- Exercise prompt:
For the records that follow, work out how many lines include "into" and give only that count.
--- Supplied entries Enclosed Below ---
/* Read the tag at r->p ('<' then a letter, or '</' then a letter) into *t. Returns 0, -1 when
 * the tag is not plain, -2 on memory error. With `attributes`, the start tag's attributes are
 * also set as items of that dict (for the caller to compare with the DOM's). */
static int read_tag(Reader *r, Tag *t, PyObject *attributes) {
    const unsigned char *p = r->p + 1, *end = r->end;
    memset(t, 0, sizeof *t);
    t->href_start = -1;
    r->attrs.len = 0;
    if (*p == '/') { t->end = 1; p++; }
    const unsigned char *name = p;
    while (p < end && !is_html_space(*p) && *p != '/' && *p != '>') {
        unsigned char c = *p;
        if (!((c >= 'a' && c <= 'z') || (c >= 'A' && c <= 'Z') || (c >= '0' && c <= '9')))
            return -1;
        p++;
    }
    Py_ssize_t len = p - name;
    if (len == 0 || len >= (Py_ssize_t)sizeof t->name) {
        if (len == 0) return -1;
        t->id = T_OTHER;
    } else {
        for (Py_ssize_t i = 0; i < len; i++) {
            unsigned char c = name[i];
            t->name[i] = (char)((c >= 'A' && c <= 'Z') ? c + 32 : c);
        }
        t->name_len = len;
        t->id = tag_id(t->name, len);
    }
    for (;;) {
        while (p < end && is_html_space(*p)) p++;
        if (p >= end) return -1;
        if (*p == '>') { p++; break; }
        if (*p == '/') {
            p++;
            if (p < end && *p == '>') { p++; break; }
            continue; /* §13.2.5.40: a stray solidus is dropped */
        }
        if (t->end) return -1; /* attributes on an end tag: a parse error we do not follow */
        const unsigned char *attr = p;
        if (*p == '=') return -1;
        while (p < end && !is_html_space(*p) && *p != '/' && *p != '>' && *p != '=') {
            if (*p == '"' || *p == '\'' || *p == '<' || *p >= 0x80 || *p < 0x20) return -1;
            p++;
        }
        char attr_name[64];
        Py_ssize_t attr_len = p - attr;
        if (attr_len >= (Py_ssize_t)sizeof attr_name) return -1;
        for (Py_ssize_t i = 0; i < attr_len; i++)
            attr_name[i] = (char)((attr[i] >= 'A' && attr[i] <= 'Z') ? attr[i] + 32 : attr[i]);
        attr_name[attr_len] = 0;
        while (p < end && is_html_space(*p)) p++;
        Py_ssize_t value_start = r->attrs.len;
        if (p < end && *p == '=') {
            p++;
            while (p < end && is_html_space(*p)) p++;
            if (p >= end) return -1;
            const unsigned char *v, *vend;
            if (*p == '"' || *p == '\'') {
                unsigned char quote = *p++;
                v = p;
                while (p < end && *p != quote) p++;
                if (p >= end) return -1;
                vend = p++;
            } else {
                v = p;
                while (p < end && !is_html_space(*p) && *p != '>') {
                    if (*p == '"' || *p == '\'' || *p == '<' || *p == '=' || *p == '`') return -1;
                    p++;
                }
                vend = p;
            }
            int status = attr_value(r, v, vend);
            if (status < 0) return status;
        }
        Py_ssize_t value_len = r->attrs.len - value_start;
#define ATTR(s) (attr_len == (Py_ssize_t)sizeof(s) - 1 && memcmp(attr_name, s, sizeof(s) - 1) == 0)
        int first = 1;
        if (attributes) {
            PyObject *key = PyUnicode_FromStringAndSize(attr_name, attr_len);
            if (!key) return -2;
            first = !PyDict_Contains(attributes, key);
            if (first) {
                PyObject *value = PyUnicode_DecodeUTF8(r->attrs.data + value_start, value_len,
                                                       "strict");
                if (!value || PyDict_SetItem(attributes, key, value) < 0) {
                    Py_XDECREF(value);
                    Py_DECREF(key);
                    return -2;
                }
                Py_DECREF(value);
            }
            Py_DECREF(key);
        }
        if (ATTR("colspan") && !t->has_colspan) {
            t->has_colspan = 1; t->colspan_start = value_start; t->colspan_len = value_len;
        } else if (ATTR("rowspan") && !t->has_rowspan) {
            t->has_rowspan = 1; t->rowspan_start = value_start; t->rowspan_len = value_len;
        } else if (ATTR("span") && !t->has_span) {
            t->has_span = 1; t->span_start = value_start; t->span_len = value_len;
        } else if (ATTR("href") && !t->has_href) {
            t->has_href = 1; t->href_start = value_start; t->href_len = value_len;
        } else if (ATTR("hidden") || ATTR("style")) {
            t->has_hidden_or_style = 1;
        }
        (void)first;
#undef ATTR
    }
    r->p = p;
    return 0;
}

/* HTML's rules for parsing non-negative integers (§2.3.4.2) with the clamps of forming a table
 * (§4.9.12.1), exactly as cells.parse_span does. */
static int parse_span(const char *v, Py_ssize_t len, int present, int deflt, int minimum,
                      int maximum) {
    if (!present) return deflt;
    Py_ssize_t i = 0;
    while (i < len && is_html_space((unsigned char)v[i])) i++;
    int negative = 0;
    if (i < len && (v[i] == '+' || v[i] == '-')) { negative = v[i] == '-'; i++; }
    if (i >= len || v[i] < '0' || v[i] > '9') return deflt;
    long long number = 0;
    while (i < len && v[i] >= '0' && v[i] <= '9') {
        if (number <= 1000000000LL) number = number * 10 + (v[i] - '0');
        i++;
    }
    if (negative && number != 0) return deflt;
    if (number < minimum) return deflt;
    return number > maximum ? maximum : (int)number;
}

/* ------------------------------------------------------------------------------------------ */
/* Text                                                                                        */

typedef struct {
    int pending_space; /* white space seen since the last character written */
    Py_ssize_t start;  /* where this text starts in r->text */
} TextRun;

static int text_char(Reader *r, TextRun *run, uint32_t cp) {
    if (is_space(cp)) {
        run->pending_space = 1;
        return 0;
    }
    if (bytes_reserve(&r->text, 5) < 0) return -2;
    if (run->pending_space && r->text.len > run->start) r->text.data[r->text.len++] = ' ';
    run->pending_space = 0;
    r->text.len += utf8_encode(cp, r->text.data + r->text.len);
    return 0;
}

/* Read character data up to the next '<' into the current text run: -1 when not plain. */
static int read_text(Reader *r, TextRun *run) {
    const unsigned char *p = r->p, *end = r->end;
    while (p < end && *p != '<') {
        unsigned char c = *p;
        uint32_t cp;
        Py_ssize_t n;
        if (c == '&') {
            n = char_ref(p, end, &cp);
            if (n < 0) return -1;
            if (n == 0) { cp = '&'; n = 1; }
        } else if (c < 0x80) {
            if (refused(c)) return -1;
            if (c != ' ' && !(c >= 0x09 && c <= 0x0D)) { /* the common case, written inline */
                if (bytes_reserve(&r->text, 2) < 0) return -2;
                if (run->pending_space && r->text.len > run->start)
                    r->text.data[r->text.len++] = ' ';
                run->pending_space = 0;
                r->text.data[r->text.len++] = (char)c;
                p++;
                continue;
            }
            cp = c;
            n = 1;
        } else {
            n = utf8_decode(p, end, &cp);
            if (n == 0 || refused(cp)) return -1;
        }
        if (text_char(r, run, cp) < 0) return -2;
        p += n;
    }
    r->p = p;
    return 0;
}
--- End of Enclosed Supplied entries ---
--- Supplied entries Enclosed Below ---
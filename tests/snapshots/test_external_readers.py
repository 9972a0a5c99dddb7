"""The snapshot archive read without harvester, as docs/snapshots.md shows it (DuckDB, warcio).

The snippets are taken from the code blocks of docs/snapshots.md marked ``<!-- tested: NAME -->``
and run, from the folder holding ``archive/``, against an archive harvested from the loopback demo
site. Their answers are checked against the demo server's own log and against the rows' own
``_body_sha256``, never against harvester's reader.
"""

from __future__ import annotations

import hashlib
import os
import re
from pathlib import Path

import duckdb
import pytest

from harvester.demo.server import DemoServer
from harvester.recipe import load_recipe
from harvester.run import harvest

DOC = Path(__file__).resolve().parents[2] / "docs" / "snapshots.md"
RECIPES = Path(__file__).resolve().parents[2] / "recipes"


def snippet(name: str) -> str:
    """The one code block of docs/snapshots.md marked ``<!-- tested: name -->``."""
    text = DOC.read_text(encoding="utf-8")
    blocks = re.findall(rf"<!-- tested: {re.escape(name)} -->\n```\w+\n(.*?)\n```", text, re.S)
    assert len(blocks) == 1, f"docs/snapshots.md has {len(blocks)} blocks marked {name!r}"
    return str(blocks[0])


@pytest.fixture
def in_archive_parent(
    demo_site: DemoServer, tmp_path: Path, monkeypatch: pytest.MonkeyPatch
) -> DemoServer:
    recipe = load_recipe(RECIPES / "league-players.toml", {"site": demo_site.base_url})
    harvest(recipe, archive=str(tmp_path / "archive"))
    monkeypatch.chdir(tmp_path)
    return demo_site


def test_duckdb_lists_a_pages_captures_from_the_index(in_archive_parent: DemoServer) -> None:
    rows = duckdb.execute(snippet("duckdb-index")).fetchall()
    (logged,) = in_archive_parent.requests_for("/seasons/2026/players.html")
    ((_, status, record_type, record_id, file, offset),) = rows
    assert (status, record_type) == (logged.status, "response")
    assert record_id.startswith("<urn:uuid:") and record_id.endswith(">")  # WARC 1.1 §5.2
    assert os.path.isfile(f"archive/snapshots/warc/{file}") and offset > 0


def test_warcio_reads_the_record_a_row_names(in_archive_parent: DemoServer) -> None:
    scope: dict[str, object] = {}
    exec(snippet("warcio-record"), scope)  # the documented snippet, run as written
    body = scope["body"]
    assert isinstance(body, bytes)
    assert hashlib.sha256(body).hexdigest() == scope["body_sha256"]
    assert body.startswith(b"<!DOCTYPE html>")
--- End of Enclosed Supplied entries ---
- Solution to this task:
2